What I am trying to figure out is if there is a way to hash the first array, using some hash functions, such that when hashing the second array I will get a collision if it falls within the range of an object. Any ideas how to do this or if its possible?

Thanks!

Upvotes: 14

Views: 11541

Answers (4)

Thiago Falcao
Thiago Falcao

Reputation: 5013

You can use a NavigableMap.

Example Code:

NavigableMap<Integer, String> map = new TreeMap<Integer, String>();
map.put(0, "A");
map.put(501, "B");
map.put(901, "C");
map.put(1056, "D");

System.out.println(map.floorEntry(1).getValue());
System.out.println(map.floorEntry(999).getValue());
System.out.println(map.floorEntry(3).getValue());
System.out.println(map.floorEntry(898).getValue());

Output:

A C A B

Upvotes: 7

Bhupesh Chawda
Bhupesh Chawda

Reputation: 86

You can use some data structure like an interval tree to store the first array.

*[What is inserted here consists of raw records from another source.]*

package holonomy

import "math"

// ExcitedLevels returns, in increasing order, the levels of s that are not
// computational and are the upper level of at least one channel: the levels
// a drive populates on the way and from which decay and leakage come.
func (s *Scheme) ExcitedLevels() []int {
	comp := make(map[int]bool, len(s.Computational))
	for _, k := range s.Computational {
		comp[k] = true
	}
	var out []int
	for k := range s.Levels {
		if comp[k] {
			continue
		}
		for _, c := range s.Channels {
			if c.Upper == k {
				out = append(out, k)
				break
			}
		}
	}
	return out
}

// Finite reports whether x is neither NaN nor ±Inf.
func Finite(x float64) bool { return !math.IsNaN(x) && !math.IsInf(x, 0) }

func finite(x float64) bool { return Finite(x) }
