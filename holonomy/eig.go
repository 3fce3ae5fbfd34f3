package holonomy

import (
	"fmt"
	"math"
	"math/cmplx"
)

// Eigen computes the eigendecomposition H = V Λ V† of a small complex
// Hermitian matrix with the cyclic complex Jacobi method.
//
// Jacobi rotations are used rather than the real-symmetric 2n×2n embedding
// through gonum's mat.EigenSym because (i) exact degeneracies — the normal
// case for dark-state schemes — need no special treatment: every rotation is
// unitary, so V stays orthonormal to rounding whatever the multiplicity, while
// the embedding doubles every eigenvalue and forces a re-orthonormalisation of
// a complex basis out of each doubled real eigenspace; (ii) for n ≤ 16 the
// method is fast and allocation-free with a reusable workspace; (iii) Jacobi
// is known to give eigenvalues with high relative accuracy
// (Demmel and Veselić, SIAM J. Matrix Anal. Appl. 13, 1204 (1992)).
// The rotation follows the classical Jacobi formulas (Golub and Van Loan,
// Matrix Computations, 4th ed., §8.5) after a diagonal phase change that
// makes the pivot element real.
//
// An Eigen is not safe for concurrent use; give each goroutine its own.
type Eigen struct {
	n int
	a []complex128 // working copy of H, row-major
}

// NewEigen returns a workspace for n×n matrices.
func NewEigen(n int) *Eigen {
	if n <= 0 {
		panic("holonomy: NewEigen: n must be positive")
	}
	return &Eigen{n: n, a: make([]complex128, n*n)}
}

// Factorize computes the eigenvalues of the Hermitian matrix h in ascending
// order into vals and the corresponding orthonormal eigenvectors as the
// columns of vecs. Only h is read; it is assumed Hermitian (the strict upper
// triangle and the real part of the diagonal define it). It does not allocate.
func (e *Eigen) Factorize(h *Mat, vals []float64, vecs *Mat) {
	n := e.n
	if h.R != n || h.C != n || vecs.R != n || vecs.C != n || len(vals) != n {
		panic(fmt.Sprintf("holonomy: Eigen.Factorize: workspace %d, H %d×%d, V %d×%d, %d values", n, h.R, h.C, vecs.R, vecs.C, len(vals)))
	}
	a := e.a
	var scale float64
	for i := 0; i < n; i++ {
		a[i*n+i] = complex(real(h.Data[i*n+i]), 0)
		for j := i + 1; j < n; j++ {
			v := h.Data[i*n+j]
			a[i*n+j] = v
			a[j*n+i] = cmplx.Conj(v)
		}
	}
	for _, v := range a {
		scale += real(v)*real(v) + imag(v)*imag(v)
	}
	vecs.SetIdentity()
	if n == 1 || scale == 0 {
		for i := 0; i < n; i++ {
			vals[i] = real(a[i*n+i])
		}
		return
	}
	tol := 1e-34 * scale // (1e-17)² relative, squared norms
	for sweep := 0; sweep < 64; sweep++ {
		var off float64
		for i := 0; i < n; i++ {
			for j := i + 1; j < n; j++ {
				v := a[i*n+j]
				off += real(v)*real(v) + imag(v)*imag(v)
			}
		}
		if off <= tol {
			break
		}
		for p := 0; p < n-1; p++ {
			for q := p + 1; q < n; q++ {
				apq := a[p*n+q]
				r := cmplx.Abs(apq)
				if r == 0 {
					continue
				}
				app, aqq := real(a[p*n+p]), real(a[q*n+q])
				if sweep > 3 && r < 1e-18*(math.Abs(app)+math.Abs(aqq)) {
					a[p*n+q], a[q*n+p] = 0, 0
					continue
				}
				ph := apq / complex(r, 0) // e^{iα}
				theta := (aqq - app) / (2 * r)
				t := 1 / (math.Abs(theta) + math.Sqrt(theta*theta+1))
				if theta < 0 {
					t = -t
				}
				c := 1 / math.Sqrt(t*t+1)
				s := t * c
				cc := complex(c, 0)
				sph := complex(s, 0) * cmplx.Conj(ph) // s e^{-iα}
				cph := cc * cmplx.Conj(ph)            // c e^{-iα}
				// A ← A J with J = [[c, s], [−s e^{-iα}, c e^{-iα}]] on (p, q).
				for k := 0; k < n; k++ {
					akp, akq := a[k*n+p], a[k*n+q]
					a[k*n+p] = cc*akp - sph*akq
					a[k*n+q] = complex(s, 0)*akp + cph*akq
				}
				// A ← J† A.
				for k := 0; k < n; k++ {
					apk, aqk := a[p*n+k], a[q*n+k]
					a[p*n+k] = cc*apk - cmplx.Conj(sph)*aqk
					a[q*n+k] = complex(s, 0)*apk + cmplx.Conj(cph)*aqk
				}
				a[p*n+q], a[q*n+p] = 0, 0
				a[p*n+p] = complex(real(a[p*n+p]), 0)
				a[q*n+q] = complex(real(a[q*n+q]), 0)
				// V ← V J.
				v := vecs.Data
				for k := 0; k < n; k++ {
					vkp, vkq := v[k*n+p], v[k*n+q]
					v[k*n+p] = cc*vkp - sph*vkq
					v[k*n+q] = complex(s, 0)*vkp + cph*vkq
				}
			}
		}
	}
	for i := 0; i < n; i++ {
		vals[i] = real(a[i*n+i])
	}
	// Insertion sort, ascending, carrying the columns of V along.
	v := vecs.Data
	for i := 1; i < n; i++ {
		for j := i; j > 0 && vals[j] < vals[j-1]; j-- {
			vals[j], vals[j-1] = vals[j-1], vals[j]
			for k := 0; k < n; k++ {
				v[k*n+j], v[k*n+j-1] = v[k*n+j-1], v[k*n+j]
			}
		}
	}
}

http://en.wikipedia.org/wiki/Interval_tree

Then when you go through the second array, you can simply query the tree for a matching interval. This way, you will require O(log n) time to query each element of the second array.

Upvotes: 3

Cyan
Cyan

Reputation: 13948

You problem seems closely related to BWT decoding.

If i do understand your problem correctly, you receive the first array as a stream.

Then, if you have the second array in memory, you simply need to build the "reverse array" of it. So that, for example :

Second array: 1, 9, 3, 8, 5, 4, 2, 6, 7

Becomes

Inverse second array : 1, 7, 3, 6, 5, 8, 9, 4, 2

So, now, on receiving your stream, you know immediately where to place each character.

Upvotes: 0

user97370
user97370

Reputation:

You can't use hashing, but you can sort the interval end-points and do a bisection search.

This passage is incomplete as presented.